‘SNL’: Mark Cuban & Barbara Corcoran Cameo as Dakota Johnson Pitches Her ‘Shark Tank’ Idea
Stars of Saturday Night Live and Shark Tank aligned in SNL’s January 27 episode as host Dakota Johnson played a book club member with an improbable million-dollar idea.
And if you live for Johnson’s “That’s not the truth, Ellen” energy, the Madame Web star’s cutting wit was on full display on SNL, as you’ll see in the highlights below.
In Saturday’s “Book Club” sketch, Johnson’s catty character told her fellow club members that she’s getting ready to pitch a product on Shark Tank. That product is a T-shirt that reads, “Don’t ask if I’m okay. I’m okay. But if everyone starts asking if I’m okay, I might start crying.”
Confused? So were the other club members. “Is it, like, a special type of T-shirt?” Sarah Sherman’s character asks.
“Or is it just a T-shirt that says that on it?” Chloe Fineman’s character wonders.
“Ha!” Johnson’s character responds. “Bingo! She might be ugly, but she’s smart!”
The other club members are skeptical, but when Heidi Gardner’s character swears that she’s OK and then breaks down in tears over her domestic woes, they start to see the light. Ego Nwodim’s character offers $400k for 20 percent of the business, and then Shark Tank’s Barbara Corcoran and Mark Cuban materialize with even more lucrative offers…
In Saturday’s “Please Don’t Destroy” short, meanwhile, Johnson meets the namesake trio — and she makes no bones about how unimpressive she found them.
“I’ve always wanted to meet the Lonelier Island,” she quips in one barb.
The Please Don’t Destroy boys give as good as they get, though. “Well, hey, I’ve always wanted to meet the star of Madame Webb,” John Higgins says. “Can you introduce me to Sydney Sweeney?”
And Martin Herlihy asks, “So genuinely, do you still have to audition, or do they just give you the part as soon as Aubrey Plaza says no?”

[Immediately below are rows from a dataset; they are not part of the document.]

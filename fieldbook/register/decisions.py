"""The operator's decisions: checked against what holds, written with the evidence that was seen, struck when they were wrong.

`same` and `different` can contradict each other only through a chain of other decisions; such a pair is refused and the entries in
the way are named. A rule accepts by itself what is left of doubt-free pairs: one name, within its distance, in one frame, and
nothing at all that speaks against it. Each acceptance is an entry of its own that names the rule, and can be struck alone.
"""

from __future__ import annotations

from collections import defaultdict

from fieldbook.clock import utc_ms_of, utc_text
from fieldbook.errors import UsageError
from fieldbook.model.canonical import Tree, fixed
from fieldbook.model.entry import Entry
from fieldbook.reduce import frames

from .fold import Held, Mark, RegisterState
from .identity import SAME_APART, SAME_NEAR, Proposal, Seen, proposals, seen_of
from .store import Register

SAME_NAME_RULE = "same name"
LARGEST_RULE_M = 1.0


def find_mark(state: RegisterState, text: str) -> Mark:
    """A mark by its number, or by a name that only one bears; `name:TEXT` is always a name.

    Raises:
        UsageError: none, or several.
    """
    marks = state.marks()
    if text.isdecimal() and int(text) <= 10**9 and not text.startswith("0"):
        root = state.root_of(int(text))
        if root in marks:
            return marks[root]
    name = text.removeprefix("name:")
    found = [mark for mark in marks.values() if name in (mark.name, *mark.names)]
    if len(found) == 1:
        return found[0]
    if found:
        listed = ", ".join(str(mark.number) for mark in found)
        raise UsageError(
            f"{len(found)} marks bear the name {name}: {listed}.", "Name one by its number.", code="which_mark"
        )
    raise UsageError(
        f'There is no mark "{text}" in this register.', "`fieldbook register list` names them.", code="unknown_mark"
    )


def find_occupation(state: RegisterState, text: str) -> Held:
    """An occupation by its label, `3f2a91c0/2`.

    Raises:
        UsageError: there is none.
    """
    for held in state.occupations():
        if held.label == text:
            return held
    raise UsageError(
        f'There is no occupation "{text}" in this register.',
        "Write it as in `fieldbook register list`: 3f2a91c0/2.",
        code="unknown_occupation",
    )


def decide_same(register: Register, first: str, second: str, *, by: str, reason: str) -> Entry:
    """Two marks are one.

    Raises:
        UsageError: unknown marks, the same one already, or settled as different.
    """
    state = register.state()
    one, two = find_mark(state, first), find_mark(state, second)
    _not_one_already(state, one, two)
    _check_not_different(state, one, two)
    body = {"marks": [one.number, two.number], "reason": reason, "seen": seen_tree(seen_of(one, two, state))}
    return register.append("same", body, by)


def decide_different(register: Register, first: str, second: str, *, by: str, reason: str) -> Entry:
    """Two marks are two, whatever names and places say.

    Raises:
        UsageError: unknown marks, or joined by decisions that must be struck first.
    """
    state = register.state()
    one, two = find_mark(state, first), find_mark(state, second)
    _not_one_already(state, one, two)
    body = {"marks": [one.number, two.number], "reason": reason, "seen": seen_tree(seen_of(one, two, state))}
    return register.append("different", body, by)


def decide_reset(
    register: Register, mark: str, from_utc: str, known_as: str | None = None, *, by: str, reason: str
) -> Entry:
    """From a moment on the mark is a new point, under a new number, or the mark `known_as`.

    Raises:
        UsageError: unknown mark, no such moment, or a reset of that moment stands.
    """
    state = register.state()
    found, moment = find_mark(state, mark), moment_of(from_utc)
    root, number = found.number, state.next_number
    if known_as is not None:
        new = find_mark(state, known_as)
        if new.number == root:
            raise UsageError(f"Both are mark {root}.", "Name the other mark, or leave it out for a new number.")
        early = [held.label for held in new.occupations if (held.started or moment) < moment]
        if early:
            raise UsageError(
                f"Mark {new.number} was occupied before {moment[:10]}: {', '.join(early)}.",
                "It cannot be the point that was set then; look at the date.",
                code="before_reset",
            )
        number = new.number
    for entry in state.standing("reset"):
        if state.root_of(int(entry.body["mark"])) == root and entry.body["from_utc"] == moment:
            raise UsageError(
                f"Entry {entry.seq} resets mark {root} from {moment} already.", "Strike it if it is wrong."
            )
    body = {"mark": found.number, "from_utc": moment, "number": number, "reason": reason}
    return register.append("reset", body, by)


def decide_separate(register: Register, occupation: str, *, by: str, reason: str) -> Entry:
    """An occupation is of another mark than its book says: it gets a number of its own, which `same` may join to another.

    Raises:
        UsageError: unknown, or separated already.
    """
    state = register.state()
    held = find_occupation(state, occupation)
    for entry in state.standing("separate"):
        if (entry.body["book"], entry.body["occupation"]) == held.key:
            raise UsageError(f"Entry {entry.seq} separates {held.label} already.", "Strike it if it is wrong.")
    body = {"book": held.book, "occupation": held.occupation, "number": state.next_number, "reason": reason}
    return register.append("separate", body, by)


def decide_exclude(register: Register, occupation: str, *, by: str, reason: str) -> Entry:
    """An occupation takes no part in any combination.

    Raises:
        UsageError: unknown, or set apart already.
    """
    state = register.state()
    held = find_occupation(state, occupation)
    if held.key in state.excluded():
        raise UsageError(
            f"Entry {state.excluded()[held.key].seq} sets {held.label} apart already.", "Strike it if it is wrong."
        )
    return register.append("exclude", {"book": held.book, "occupation": held.occupation, "reason": reason}, by)


def decide_name(register: Register, mark: str, name: str, *, by: str, reason: str) -> Entry:
    """The name under which the register knows a mark.

    Raises:
        UsageError: unknown mark, or an empty name.
    """
    if not name.strip():
        raise UsageError("A mark needs a name.", "Write it.")
    found = find_mark(register.state(), mark)
    return register.append("name", {"mark": found.number, "name": name.strip(), "reason": reason}, by)


def decide_frame(register: Register, frame: str, epoch: str | None, *, by: str, reason: str) -> Entry:
    """The frame and epoch of the register: occupations given in others are transformed into it.

    Raises:
        UsageError: no geographic 3-D frame, an ensemble, or an epoch missing or too many.
    """
    info = frames.frame_info(frame)
    if info.ensemble:
        raise UsageError(
            f"{info.code} {info.name} is an ensemble of realisations decimetres apart.", "Name one realisation.",
            code="frame_ensemble",
        )  # fmt: skip
    if info.dynamic and epoch is None:
        raise UsageError(
            f"{info.name} moves: its coordinates need an epoch.", "Add --epoch YEAR.", code="epoch_missing"
        )
    if epoch is not None:
        try:
            usable = 1980.0 <= float(epoch) <= 2100.0
        except ValueError:
            usable = False
        if not usable:
            raise UsageError(f'"{epoch}" is no decimal year.', "Write one such as 2020.0.", code="epoch_bad")
        if not info.dynamic:
            raise UsageError(f"{info.name} is static: its coordinates have no epoch.", "Leave --epoch out.")
    return register.append("frame", {"frame": info.code, "epoch": epoch, "reason": reason}, by)


def decide_rule(register: Register, within_m: float, *, by: str, reason: str) -> list[Entry]:
    """Switch the same-name rule on, and accept at once what it covers; the last rule that stands counts.

    Raises:
        UsageError: a distance that is none, or over a metre.
    """
    if not 0.0 < within_m <= LARGEST_RULE_M:
        raise UsageError(
            f"{within_m} m is no distance for this rule.",
            f"Name one up to {LARGEST_RULE_M:.0f} m.",
            code="rule_distance",
        )
    with register.transaction():
        body = {"rule": SAME_NAME_RULE, "within_m": fixed(within_m, 4), "reason": reason}
        entry = register.append("rule", body, by)
        return [entry, *apply_rule(register, by=by)]


def apply_rule(register: Register, *, by: str) -> list[Entry]:
    """Accept what the standing rule covers; nothing without a rule. One `same` entry per acceptance.

    Not covered, and left to a person: any pair with something against it, names that a third mark in the neighbourhood bears
    at another place, frames that differ, heights that differ by more than twice the distance of the rule.
    """
    state = register.state()
    rule = state.rule()
    if rule is None:
        return []
    within_m = float(rule.body["within_m"])
    open_ones = proposals(state)
    doubtful: dict[int, int] = defaultdict(int)
    for item in open_ones:
        if item.case == SAME_APART:
            for number in item.marks:
                doubtful[number] += 1
    written, joins = [], state.joins()
    with register.transaction():
        for item in open_ones:
            if not _covered(item, within_m) or any(doubtful[number] for number in item.marks):
                continue
            if not joins.join(*item.marks):
                continue
            body: Tree = {
                "marks": list(item.marks),
                "reason": f"rule of entry {rule.seq}: {SAME_NAME_RULE} within {within_m:g} m, nothing against it",
                "rule": rule.seq,
                "seen": seen_tree(item.seen),
            }
            written.append(register.append("same", body, by))
    return written


def _covered(item: Proposal, within_m: float) -> bool:
    seen = item.seen
    if item.case != SAME_NEAR or not seen.comparable or seen.against or seen.distance_m is None:
        return False
    level = seen.height_difference_m is None or abs(seen.height_difference_m) <= 2 * within_m
    return seen.distance_m <= within_m and level


def strike(register: Register, seq: int, *, by: str, reason: str) -> Entry:
    """Take a decision out again; it stays legible.

    Raises:
        UsageError: no such decision, or struck already.
    """
    return register.append("strike", {"seq": seq, "reason": reason}, by)


def _not_one_already(state: RegisterState, one: Mark, two: Mark) -> None:
    if one.number != two.number:
        return
    joining = [
        str(entry.seq) for entry in state.standing("same") if state.root_of(int(entry.body["marks"][0])) == one.number
    ]
    how = f" (entries {', '.join(joining)})" if joining else ", as its book says"
    raise UsageError(
        f"Both are mark {one.number} already{how}.",
        "Strike the entry that joins them if it is wrong." if joining else "Separate an occupation, or reset the mark.",
        code="one_mark",
    )


def _check_not_different(state: RegisterState, one: Mark, two: Mark) -> None:
    entry = _in_the_way(state, one.number, two.number)
    if entry is not None:
        raise UsageError(
            f"Entry {entry.seq} of {entry.observer} settles marks {one.number} and {two.number} as two ({entry.kind}): "
            f"{entry.body['reason']}",
            f"Strike entry {entry.seq} first if that was wrong.",
            code="settled_as_different",
        )


def _in_the_way(state: RegisterState, one: int, two: int) -> Entry | None:
    return state.different().get(frozenset((one, two)))


def seen_tree(seen: Seen) -> Tree:
    """The evidence of a decision as it is stored: decimal texts."""
    return {
        "distance_m": fixed(seen.distance_m, 4),
        "height_difference_m": fixed(seen.height_difference_m, 4),
        "joint_u95_m": fixed(seen.joint_u95_m, 4),
        "comparable": seen.comparable,
        "supports": list(seen.supports),
        "against": list(seen.against),
    }


def moment_of(text: str) -> str:
    """A date (its first moment, UTC) or a full time as the one form of a time.

    Raises:
        UsageError: neither.
    """
    full = f"{text}T00:00:00.000Z" if len(text) == 10 else text
    try:
        return utc_text(utc_ms_of(full))
    except (ValueError, OverflowError, OSError):
        raise UsageError(
            f'"{text}" is no date.', "Write it as 2027-05-01, or as 2027-05-01T08:00:00.000Z.", code="no_date"
        ) from None
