"""The second accuracy: between neighbouring marks. What both share has dropped out; what was not stated has not.

FGDC-STD-007.2 (from memory, high) calls local accuracy the average of the figures to the other observed points nearby. Both are
given here, the average and the worst, with the neighbours named: an average alone hides the one bad line.
"""

from __future__ import annotations

import math
from collections import defaultdict
from collections.abc import Sequence
from dataclasses import dataclass

from .combining import MarkValue, between_marks

NEIGHBOURS = 3
WITHIN_M = 20_000.0  # beyond it axes are not parallel enough, and nobody measures between
CELL_M = 2_000.0


@dataclass(frozen=True)
class Line:
    """Two neighbouring marks (numbers): 3-D distance, and 95 % of their difference in plan and height, metres."""

    first: int
    second: int
    distance_m: float
    horizontal95_m: float
    vertical95_m: float | None


@dataclass(frozen=True)
class Local:
    """A mark's accuracy relative to its neighbours."""

    lines: tuple[Line, ...]

    @property
    def horizontal_mean_m(self) -> float | None:
        """Average over the neighbours."""
        return _mean([line.horizontal95_m for line in self.lines])

    @property
    def horizontal_worst_m(self) -> float | None:
        """Worst of the neighbours."""
        return max((line.horizontal95_m for line in self.lines), default=None)

    @property
    def vertical_mean_m(self) -> float | None:
        """Average over the neighbours; None if one has no height."""
        return _mean([line.vertical95_m for line in self.lines])

    @property
    def vertical_worst_m(self) -> float | None:
        """Worst of the neighbours; None if one has no height."""
        values = [line.vertical95_m for line in self.lines if line.vertical95_m is not None]
        return max(values) if values and len(values) == len(self.lines) else None


def _mean(values: Sequence[float | None]) -> float | None:
    known = [value for value in values if value is not None]
    return sum(known) / len(known) if known and len(known) == len(values) else None


def local_accuracies(values: Sequence[MarkValue], only: Sequence[int] | None = None) -> dict[int, Local]:
    """Every mark (or those named) to its three nearest neighbours within 20 km in the same frame and epoch."""
    placed = {value.mark.number: value for value in values if value.place is not None and value.place.xyz_m is not None}
    cells: dict[tuple[int, int, int], list[int]] = defaultdict(list)
    for number, value in placed.items():
        cells[_cell(value)].append(number)
    known: dict[tuple[int, int], Line | None] = {}
    found: dict[int, Local] = {}
    for number, value in placed.items():
        if only is not None and number not in only:
            continue
        lines: list[Line] = []
        for other in _nearest(value, placed, cells):
            pair = (min(number, other), max(number, other))
            if pair not in known:
                known[pair] = _line(placed[pair[0]], placed[pair[1]])
            line = known[pair]
            if line is not None:
                lines.append(line)
            if len(lines) == NEIGHBOURS:
                break
        found[number] = Local(tuple(lines))
    return found


def _line(one: MarkValue, two: MarkValue) -> Line | None:
    combined = between_marks(one, two)
    if combined is None:
        return None
    distance = _distance(one, two)
    return Line(one.mark.number, two.mark.number, distance, combined.horizontal95_m, combined.vertical95_m)


def _nearest(value: MarkValue, placed: dict[int, MarkValue], cells: dict[tuple[int, int, int], list[int]]) -> list[int]:
    """Numbers of the marks around, nearest first: rings of cells outward until enough are surely the nearest."""
    x, y, z = _cell(value)
    seen: list[tuple[float, int]] = []
    for ring in range(math.ceil(WITHIN_M / CELL_M) + 1):
        for dx in range(-ring, ring + 1):
            for dy in range(-ring, ring + 1):
                for dz in range(-ring, ring + 1):
                    if max(abs(dx), abs(dy), abs(dz)) == ring:
                        for other in cells.get((x + dx, y + dy, z + dz), ()):
                            if other != value.mark.number:
                                seen.append((_distance(value, placed[other]), other))
        close = sorted(item for item in seen if item[0] <= min(ring * CELL_M, WITHIN_M))
        if len(close) >= 2 * NEIGHBOURS:  # some may be in other frames
            return [number for _, number in close]
    return [number for distance, number in sorted(seen) if distance <= WITHIN_M]


def _cell(value: MarkValue) -> tuple[int, int, int]:
    assert value.place is not None  # noqa: S101 - only placed marks come here
    assert value.place.xyz_m is not None  # noqa: S101
    x, y, z = (math.floor(item / CELL_M) for item in value.place.xyz_m)
    return x, y, z


def _distance(one: MarkValue, two: MarkValue) -> float:
    assert one.place is not None  # noqa: S101 - as above
    assert two.place is not None  # noqa: S101
    assert one.place.xyz_m is not None  # noqa: S101
    assert two.place.xyz_m is not None  # noqa: S101
    return math.dist(one.place.xyz_m, two.place.xyz_m)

“That’s almost as funny as the movie you made that no one saw,” Johnson replies. “What’s it like looking like the last three guys a lesbian sleeps with before coming out?”
Eventually, Johnson calls a “nepo truce” with Higgins and Herlihy, both of whom have famous parents. “A foot in the door and so much more,” the trio say as they touch rings. (Ben Marshall, who has regular-person parents, isn’t invited into the circle.)
And in the “Big Dumb Cup” sketch, Saturday Night Live riffed on the Stanley tumbler fad, with Johnson, Gardner, and Fineman playing white-woman influencers singing the praises of the coveted cup.
For starters, there’s the health benefits. “Mmm, you can really taste the bacteria,” Fineman says.
“I’m getting lead,” Gardner said.
Then there’s the, ahem, watertight lid. “It doesn’t leak at all,” Garner raves as water trickles out of her cup’s lid.
And there’s the capacity. “It holds almost an entire bottle of Josh [wine],” Johnson says. “Get in there, Josh!”
In short, these ladies don’t go anywhere without their Big Dumb Cup. “Wanna hear a secret? If I’m not sippin’, I’m peein’,” Gardner says.
“Why do you think they spell it C-U-P?” Johnson points out. “Ha ha, I’m bad.”